• EXERCISE DESCRIPTION
Once you find the line with "# Enclosed flux" in the data that follows, repeat it and every line after it exactly, through the line with "# blank apertures".

(Records excerpted from a collection)
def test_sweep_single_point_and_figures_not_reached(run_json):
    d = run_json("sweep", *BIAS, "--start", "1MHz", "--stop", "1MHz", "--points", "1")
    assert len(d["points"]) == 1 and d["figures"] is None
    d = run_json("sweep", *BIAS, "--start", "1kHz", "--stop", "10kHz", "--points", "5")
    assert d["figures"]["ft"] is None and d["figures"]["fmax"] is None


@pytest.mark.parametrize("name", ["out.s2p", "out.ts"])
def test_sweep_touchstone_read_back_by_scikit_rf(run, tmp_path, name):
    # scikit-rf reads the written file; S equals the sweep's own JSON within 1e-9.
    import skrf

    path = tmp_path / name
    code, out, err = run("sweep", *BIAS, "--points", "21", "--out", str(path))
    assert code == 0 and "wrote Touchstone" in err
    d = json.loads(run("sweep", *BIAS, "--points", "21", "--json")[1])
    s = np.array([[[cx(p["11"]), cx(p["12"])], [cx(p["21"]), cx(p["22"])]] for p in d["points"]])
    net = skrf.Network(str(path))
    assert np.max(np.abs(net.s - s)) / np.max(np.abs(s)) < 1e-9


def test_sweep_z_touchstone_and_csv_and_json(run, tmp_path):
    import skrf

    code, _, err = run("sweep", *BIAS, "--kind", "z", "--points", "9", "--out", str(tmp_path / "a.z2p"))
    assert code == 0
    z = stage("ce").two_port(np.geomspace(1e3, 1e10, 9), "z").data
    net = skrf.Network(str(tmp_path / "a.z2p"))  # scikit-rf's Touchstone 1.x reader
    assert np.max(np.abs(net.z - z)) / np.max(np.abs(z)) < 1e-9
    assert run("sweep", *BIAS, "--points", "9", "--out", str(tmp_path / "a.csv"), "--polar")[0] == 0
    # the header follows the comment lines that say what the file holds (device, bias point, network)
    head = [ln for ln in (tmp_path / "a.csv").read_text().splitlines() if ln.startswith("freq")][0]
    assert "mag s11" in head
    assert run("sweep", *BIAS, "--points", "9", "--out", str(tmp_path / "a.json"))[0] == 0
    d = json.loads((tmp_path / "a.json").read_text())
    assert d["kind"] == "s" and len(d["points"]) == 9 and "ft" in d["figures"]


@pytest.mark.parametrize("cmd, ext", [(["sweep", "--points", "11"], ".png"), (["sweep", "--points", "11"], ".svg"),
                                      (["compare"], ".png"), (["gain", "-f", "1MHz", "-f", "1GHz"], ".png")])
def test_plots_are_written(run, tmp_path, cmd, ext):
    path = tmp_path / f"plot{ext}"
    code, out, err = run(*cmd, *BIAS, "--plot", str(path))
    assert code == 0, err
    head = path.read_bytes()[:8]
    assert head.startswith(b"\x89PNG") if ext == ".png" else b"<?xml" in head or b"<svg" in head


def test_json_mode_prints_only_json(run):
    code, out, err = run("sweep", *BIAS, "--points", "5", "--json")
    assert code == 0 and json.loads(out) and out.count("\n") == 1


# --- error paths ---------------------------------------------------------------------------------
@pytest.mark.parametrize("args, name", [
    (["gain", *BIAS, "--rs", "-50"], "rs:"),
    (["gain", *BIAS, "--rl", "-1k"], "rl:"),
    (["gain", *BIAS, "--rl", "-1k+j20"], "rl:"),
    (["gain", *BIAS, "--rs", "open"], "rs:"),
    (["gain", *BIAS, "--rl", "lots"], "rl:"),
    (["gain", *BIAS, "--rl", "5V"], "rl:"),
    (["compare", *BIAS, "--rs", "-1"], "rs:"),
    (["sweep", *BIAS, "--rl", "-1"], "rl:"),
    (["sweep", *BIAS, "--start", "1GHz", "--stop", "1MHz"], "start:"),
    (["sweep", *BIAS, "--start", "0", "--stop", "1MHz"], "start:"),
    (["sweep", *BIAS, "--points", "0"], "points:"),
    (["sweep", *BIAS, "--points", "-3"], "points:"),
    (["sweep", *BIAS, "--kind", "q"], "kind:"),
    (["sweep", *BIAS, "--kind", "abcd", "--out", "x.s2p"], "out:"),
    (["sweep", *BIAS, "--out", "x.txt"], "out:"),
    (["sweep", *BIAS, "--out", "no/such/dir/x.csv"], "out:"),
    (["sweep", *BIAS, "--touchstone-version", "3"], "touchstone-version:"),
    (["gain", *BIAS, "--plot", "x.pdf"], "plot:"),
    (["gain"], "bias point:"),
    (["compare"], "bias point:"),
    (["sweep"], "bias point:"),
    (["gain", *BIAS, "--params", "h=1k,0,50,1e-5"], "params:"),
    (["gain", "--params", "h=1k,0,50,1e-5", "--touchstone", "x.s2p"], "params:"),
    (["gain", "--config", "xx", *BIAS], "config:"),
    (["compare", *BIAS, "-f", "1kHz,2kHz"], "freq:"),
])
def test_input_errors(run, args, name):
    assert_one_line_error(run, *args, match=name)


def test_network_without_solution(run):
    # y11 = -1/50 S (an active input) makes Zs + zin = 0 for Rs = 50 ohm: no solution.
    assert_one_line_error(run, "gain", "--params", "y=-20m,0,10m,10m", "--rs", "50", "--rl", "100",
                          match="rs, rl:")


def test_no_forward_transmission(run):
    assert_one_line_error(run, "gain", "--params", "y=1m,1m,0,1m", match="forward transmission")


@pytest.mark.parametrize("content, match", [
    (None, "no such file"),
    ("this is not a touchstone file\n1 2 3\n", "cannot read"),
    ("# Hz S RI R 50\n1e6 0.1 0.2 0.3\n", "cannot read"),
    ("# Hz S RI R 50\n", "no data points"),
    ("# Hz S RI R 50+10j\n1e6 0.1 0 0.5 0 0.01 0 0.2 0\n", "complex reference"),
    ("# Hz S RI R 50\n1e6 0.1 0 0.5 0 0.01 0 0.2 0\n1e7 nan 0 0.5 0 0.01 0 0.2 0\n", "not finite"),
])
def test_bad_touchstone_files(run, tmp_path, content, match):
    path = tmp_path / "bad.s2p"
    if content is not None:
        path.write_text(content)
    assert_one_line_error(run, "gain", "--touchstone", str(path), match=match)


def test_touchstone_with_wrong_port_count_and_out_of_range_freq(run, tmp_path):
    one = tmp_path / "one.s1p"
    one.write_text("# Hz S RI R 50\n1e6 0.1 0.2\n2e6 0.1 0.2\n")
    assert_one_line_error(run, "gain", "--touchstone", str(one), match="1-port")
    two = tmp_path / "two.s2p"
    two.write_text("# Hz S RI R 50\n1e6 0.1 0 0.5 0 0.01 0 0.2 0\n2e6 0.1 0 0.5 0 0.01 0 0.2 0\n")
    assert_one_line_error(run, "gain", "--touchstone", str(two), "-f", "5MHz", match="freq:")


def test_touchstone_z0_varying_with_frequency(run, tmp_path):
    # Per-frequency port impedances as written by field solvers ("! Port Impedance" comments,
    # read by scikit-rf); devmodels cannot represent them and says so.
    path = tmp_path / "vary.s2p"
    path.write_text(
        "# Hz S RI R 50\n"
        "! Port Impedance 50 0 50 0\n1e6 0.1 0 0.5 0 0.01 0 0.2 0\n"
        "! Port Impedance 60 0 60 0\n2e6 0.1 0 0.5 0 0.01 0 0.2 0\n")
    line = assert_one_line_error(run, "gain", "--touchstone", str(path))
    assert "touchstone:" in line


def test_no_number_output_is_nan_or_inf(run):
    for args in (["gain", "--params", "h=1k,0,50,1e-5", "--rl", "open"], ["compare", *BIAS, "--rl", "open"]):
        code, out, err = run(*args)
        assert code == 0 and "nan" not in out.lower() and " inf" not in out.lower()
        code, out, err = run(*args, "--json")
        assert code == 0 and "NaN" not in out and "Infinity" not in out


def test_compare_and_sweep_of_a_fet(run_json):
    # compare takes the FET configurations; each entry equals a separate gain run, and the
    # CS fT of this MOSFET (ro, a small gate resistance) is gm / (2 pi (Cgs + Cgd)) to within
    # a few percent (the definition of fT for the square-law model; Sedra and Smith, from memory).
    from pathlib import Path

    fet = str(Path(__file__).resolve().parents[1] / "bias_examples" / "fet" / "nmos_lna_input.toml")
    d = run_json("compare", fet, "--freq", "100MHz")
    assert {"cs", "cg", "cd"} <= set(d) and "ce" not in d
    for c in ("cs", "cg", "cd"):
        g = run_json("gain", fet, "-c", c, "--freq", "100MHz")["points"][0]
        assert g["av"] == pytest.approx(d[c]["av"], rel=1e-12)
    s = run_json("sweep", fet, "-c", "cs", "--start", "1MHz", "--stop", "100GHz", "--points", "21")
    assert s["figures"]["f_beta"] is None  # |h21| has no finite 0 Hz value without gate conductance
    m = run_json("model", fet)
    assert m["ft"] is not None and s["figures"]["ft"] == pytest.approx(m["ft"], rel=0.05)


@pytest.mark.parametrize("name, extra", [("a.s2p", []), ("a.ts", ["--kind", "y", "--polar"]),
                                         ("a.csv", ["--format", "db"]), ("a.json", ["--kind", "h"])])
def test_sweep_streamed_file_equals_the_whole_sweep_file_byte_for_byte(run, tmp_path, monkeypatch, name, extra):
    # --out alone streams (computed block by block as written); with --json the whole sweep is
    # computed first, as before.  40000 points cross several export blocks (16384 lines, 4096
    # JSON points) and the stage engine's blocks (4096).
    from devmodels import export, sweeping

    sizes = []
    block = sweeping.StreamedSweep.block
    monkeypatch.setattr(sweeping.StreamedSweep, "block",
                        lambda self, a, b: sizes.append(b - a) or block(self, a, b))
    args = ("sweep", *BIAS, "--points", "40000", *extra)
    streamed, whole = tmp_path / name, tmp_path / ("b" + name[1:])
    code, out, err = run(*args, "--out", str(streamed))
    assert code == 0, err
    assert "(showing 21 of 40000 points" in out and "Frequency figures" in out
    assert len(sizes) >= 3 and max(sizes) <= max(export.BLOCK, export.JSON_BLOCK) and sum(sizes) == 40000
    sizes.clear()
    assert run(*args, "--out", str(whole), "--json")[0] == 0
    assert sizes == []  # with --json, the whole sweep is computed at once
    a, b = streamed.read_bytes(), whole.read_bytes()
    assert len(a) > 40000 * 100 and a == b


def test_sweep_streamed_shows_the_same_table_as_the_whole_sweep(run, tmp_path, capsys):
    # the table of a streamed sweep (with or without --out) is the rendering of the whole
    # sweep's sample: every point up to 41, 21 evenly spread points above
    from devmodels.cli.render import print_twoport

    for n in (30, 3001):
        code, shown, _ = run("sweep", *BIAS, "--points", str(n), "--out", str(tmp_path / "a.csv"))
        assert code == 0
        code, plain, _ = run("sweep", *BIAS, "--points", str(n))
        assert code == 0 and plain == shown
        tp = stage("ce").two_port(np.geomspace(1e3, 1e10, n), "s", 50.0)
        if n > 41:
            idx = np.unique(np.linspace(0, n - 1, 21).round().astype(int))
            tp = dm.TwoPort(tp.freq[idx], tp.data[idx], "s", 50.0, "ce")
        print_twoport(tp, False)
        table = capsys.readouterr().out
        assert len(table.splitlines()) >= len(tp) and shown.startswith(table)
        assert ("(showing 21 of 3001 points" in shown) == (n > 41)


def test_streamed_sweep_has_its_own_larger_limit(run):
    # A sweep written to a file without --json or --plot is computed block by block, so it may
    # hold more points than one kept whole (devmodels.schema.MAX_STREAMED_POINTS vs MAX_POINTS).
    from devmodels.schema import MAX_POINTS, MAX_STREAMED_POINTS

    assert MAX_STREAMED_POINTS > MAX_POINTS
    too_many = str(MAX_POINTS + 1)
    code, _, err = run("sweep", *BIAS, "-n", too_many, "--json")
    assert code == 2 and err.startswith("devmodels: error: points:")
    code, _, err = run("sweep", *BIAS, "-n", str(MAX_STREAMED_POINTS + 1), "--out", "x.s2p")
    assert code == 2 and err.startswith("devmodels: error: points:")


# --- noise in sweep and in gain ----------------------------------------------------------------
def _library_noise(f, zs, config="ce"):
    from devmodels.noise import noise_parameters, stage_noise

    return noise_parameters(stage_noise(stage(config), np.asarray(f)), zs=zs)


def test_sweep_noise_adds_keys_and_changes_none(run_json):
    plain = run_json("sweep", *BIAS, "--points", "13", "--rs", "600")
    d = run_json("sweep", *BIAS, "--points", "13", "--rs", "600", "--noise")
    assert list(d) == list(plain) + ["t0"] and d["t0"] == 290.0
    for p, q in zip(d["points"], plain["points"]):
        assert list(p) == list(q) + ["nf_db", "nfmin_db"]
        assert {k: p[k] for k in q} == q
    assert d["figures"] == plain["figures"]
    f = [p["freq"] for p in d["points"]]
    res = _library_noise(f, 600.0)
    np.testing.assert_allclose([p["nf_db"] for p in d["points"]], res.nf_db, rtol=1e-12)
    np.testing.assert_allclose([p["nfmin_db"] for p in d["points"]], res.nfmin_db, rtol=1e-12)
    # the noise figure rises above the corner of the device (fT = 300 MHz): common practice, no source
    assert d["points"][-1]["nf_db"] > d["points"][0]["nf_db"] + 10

--

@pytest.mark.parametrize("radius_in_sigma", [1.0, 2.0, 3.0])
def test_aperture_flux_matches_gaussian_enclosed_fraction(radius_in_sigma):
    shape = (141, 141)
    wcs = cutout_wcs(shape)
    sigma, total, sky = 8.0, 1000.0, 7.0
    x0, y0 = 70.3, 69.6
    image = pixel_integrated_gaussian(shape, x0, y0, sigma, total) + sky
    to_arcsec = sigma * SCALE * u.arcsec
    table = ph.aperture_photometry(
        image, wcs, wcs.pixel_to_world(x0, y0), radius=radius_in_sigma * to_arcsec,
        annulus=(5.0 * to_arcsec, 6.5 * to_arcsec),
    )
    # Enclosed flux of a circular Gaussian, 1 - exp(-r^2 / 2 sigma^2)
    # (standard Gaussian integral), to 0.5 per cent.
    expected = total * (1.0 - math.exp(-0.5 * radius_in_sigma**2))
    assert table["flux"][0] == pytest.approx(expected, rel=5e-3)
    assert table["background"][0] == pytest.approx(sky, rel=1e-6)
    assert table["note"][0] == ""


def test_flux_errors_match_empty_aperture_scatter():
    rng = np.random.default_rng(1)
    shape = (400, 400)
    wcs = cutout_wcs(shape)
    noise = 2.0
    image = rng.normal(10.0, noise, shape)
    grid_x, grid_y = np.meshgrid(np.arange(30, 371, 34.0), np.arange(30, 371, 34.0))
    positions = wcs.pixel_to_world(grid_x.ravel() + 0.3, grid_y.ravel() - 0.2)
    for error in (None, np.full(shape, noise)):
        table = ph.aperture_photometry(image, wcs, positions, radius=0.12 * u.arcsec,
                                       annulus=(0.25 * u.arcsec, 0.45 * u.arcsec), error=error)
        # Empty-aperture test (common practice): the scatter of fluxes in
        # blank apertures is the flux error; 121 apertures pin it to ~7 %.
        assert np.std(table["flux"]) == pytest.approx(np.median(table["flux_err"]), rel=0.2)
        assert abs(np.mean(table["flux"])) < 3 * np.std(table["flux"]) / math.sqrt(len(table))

--

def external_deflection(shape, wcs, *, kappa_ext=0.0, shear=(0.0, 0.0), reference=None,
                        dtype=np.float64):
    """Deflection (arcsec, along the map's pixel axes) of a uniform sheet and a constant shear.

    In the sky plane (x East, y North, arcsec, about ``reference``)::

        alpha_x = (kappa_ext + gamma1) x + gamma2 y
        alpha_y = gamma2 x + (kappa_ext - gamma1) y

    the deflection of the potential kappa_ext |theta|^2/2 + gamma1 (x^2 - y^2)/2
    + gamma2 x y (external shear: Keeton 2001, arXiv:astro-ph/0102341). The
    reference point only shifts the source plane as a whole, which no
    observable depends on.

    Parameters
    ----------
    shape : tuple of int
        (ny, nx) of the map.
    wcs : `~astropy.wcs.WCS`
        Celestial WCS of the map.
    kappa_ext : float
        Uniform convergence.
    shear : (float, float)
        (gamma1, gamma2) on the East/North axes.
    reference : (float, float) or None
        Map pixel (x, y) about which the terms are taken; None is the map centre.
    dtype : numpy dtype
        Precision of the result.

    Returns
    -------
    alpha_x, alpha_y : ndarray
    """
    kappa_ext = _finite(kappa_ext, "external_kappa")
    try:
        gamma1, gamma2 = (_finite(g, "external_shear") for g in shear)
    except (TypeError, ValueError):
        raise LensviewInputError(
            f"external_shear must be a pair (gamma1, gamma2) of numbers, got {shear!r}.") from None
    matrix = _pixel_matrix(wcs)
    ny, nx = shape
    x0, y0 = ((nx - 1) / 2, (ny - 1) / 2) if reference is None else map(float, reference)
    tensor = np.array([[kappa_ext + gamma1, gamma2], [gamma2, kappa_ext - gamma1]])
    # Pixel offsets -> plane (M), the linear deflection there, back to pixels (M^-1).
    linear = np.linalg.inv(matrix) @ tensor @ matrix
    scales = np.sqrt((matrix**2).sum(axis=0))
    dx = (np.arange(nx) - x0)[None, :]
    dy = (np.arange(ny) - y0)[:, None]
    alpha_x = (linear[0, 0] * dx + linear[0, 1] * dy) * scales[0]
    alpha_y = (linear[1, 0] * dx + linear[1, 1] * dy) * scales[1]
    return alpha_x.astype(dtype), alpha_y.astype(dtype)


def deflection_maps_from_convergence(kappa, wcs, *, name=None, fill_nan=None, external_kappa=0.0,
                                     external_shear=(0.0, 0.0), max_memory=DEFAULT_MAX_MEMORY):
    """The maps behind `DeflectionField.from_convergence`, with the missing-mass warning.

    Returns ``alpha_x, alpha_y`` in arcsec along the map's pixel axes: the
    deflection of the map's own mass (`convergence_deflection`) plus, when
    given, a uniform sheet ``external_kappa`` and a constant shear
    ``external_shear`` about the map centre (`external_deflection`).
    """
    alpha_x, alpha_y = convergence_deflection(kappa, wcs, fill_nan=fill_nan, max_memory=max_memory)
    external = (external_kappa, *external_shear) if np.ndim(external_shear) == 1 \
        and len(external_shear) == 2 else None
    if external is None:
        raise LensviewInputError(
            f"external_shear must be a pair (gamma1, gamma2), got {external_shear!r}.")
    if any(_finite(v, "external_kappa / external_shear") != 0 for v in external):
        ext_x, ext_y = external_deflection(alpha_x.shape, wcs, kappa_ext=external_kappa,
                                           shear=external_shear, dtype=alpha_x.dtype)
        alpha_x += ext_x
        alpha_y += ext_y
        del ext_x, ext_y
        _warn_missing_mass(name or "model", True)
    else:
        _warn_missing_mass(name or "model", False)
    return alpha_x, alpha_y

• OUTPUT OF THE EXERCISE
    # Enclosed flux of a circular Gaussian, 1 - exp(-r^2 / 2 sigma^2)
    # (standard Gaussian integral), to 0.5 per cent.
    expected = total * (1.0 - math.exp(-0.5 * radius_in_sigma**2))
    assert table["flux"][0] == pytest.approx(expected, rel=5e-3)
    assert table["background"][0] == pytest.approx(sky, rel=1e-6)
    assert table["note"][0] == ""


def test_flux_errors_match_empty_aperture_scatter():
    rng = np.random.default_rng(1)
    shape = (400, 400)
    wcs = cutout_wcs(shape)
    noise = 2.0
    image = rng.normal(10.0, noise, shape)
    grid_x, grid_y = np.meshgrid(np.arange(30, 371, 34.0), np.arange(30, 371, 34.0))
    positions = wcs.pixel_to_world(grid_x.ravel() + 0.3, grid_y.ravel() - 0.2)
    for error in (None, np.full(shape, noise)):
        table = ph.aperture_photometry(image, wcs, positions, radius=0.12 * u.arcsec,
                                       annulus=(0.25 * u.arcsec, 0.45 * u.arcsec), error=error)
        # Empty-aperture test (common practice): the scatter of fluxes in
        # blank apertures is the flux error; 121 apertures pin it to ~7 %.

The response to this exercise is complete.